▸ What is needed
Where does the string "PeerComparePage" occur in the records? Copy each line that holds it.

[Collected data entries]
* * *
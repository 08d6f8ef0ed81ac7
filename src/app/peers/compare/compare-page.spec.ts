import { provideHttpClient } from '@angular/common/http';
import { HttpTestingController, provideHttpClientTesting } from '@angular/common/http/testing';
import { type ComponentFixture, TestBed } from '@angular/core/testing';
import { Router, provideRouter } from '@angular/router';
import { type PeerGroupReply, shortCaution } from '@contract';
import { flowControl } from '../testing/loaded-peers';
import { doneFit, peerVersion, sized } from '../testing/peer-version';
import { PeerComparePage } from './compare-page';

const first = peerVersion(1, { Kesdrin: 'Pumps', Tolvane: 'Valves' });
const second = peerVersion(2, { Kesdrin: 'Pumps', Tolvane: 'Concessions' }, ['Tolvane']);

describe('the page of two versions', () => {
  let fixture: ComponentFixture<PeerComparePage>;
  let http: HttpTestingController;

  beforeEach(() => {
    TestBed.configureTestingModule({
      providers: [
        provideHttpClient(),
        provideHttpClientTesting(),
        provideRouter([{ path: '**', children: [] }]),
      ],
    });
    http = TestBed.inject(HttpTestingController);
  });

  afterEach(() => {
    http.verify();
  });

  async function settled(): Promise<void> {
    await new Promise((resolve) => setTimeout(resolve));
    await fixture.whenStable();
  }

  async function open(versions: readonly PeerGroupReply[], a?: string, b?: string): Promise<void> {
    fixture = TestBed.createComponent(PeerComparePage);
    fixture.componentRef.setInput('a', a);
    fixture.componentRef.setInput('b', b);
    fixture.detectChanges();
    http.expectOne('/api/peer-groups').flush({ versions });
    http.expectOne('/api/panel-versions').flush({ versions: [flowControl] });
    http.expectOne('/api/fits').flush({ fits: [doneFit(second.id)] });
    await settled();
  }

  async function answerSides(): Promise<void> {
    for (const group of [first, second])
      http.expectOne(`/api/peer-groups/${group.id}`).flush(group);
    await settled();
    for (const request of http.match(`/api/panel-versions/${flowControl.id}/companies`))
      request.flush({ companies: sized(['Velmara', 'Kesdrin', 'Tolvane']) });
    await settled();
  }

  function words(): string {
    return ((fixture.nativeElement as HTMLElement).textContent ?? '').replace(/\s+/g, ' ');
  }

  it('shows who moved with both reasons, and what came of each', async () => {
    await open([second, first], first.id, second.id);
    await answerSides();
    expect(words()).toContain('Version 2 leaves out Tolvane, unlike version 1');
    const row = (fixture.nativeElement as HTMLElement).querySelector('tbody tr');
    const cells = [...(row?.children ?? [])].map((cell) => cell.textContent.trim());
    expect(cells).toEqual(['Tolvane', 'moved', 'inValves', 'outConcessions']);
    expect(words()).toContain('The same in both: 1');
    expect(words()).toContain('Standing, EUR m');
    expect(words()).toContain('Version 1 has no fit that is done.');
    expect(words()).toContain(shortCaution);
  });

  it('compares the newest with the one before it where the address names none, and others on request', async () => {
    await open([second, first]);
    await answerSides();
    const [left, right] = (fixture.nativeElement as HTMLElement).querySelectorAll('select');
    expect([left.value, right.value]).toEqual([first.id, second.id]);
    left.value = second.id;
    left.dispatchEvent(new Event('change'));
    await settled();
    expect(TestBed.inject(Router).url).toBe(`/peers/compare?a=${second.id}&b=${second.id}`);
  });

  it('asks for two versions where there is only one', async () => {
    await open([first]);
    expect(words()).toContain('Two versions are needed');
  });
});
* * *
▸ The completed task
import { PeerComparePage } from './compare-page';
  let fixture: ComponentFixture<PeerComparePage>;
    fixture = TestBed.createComponent(PeerComparePage);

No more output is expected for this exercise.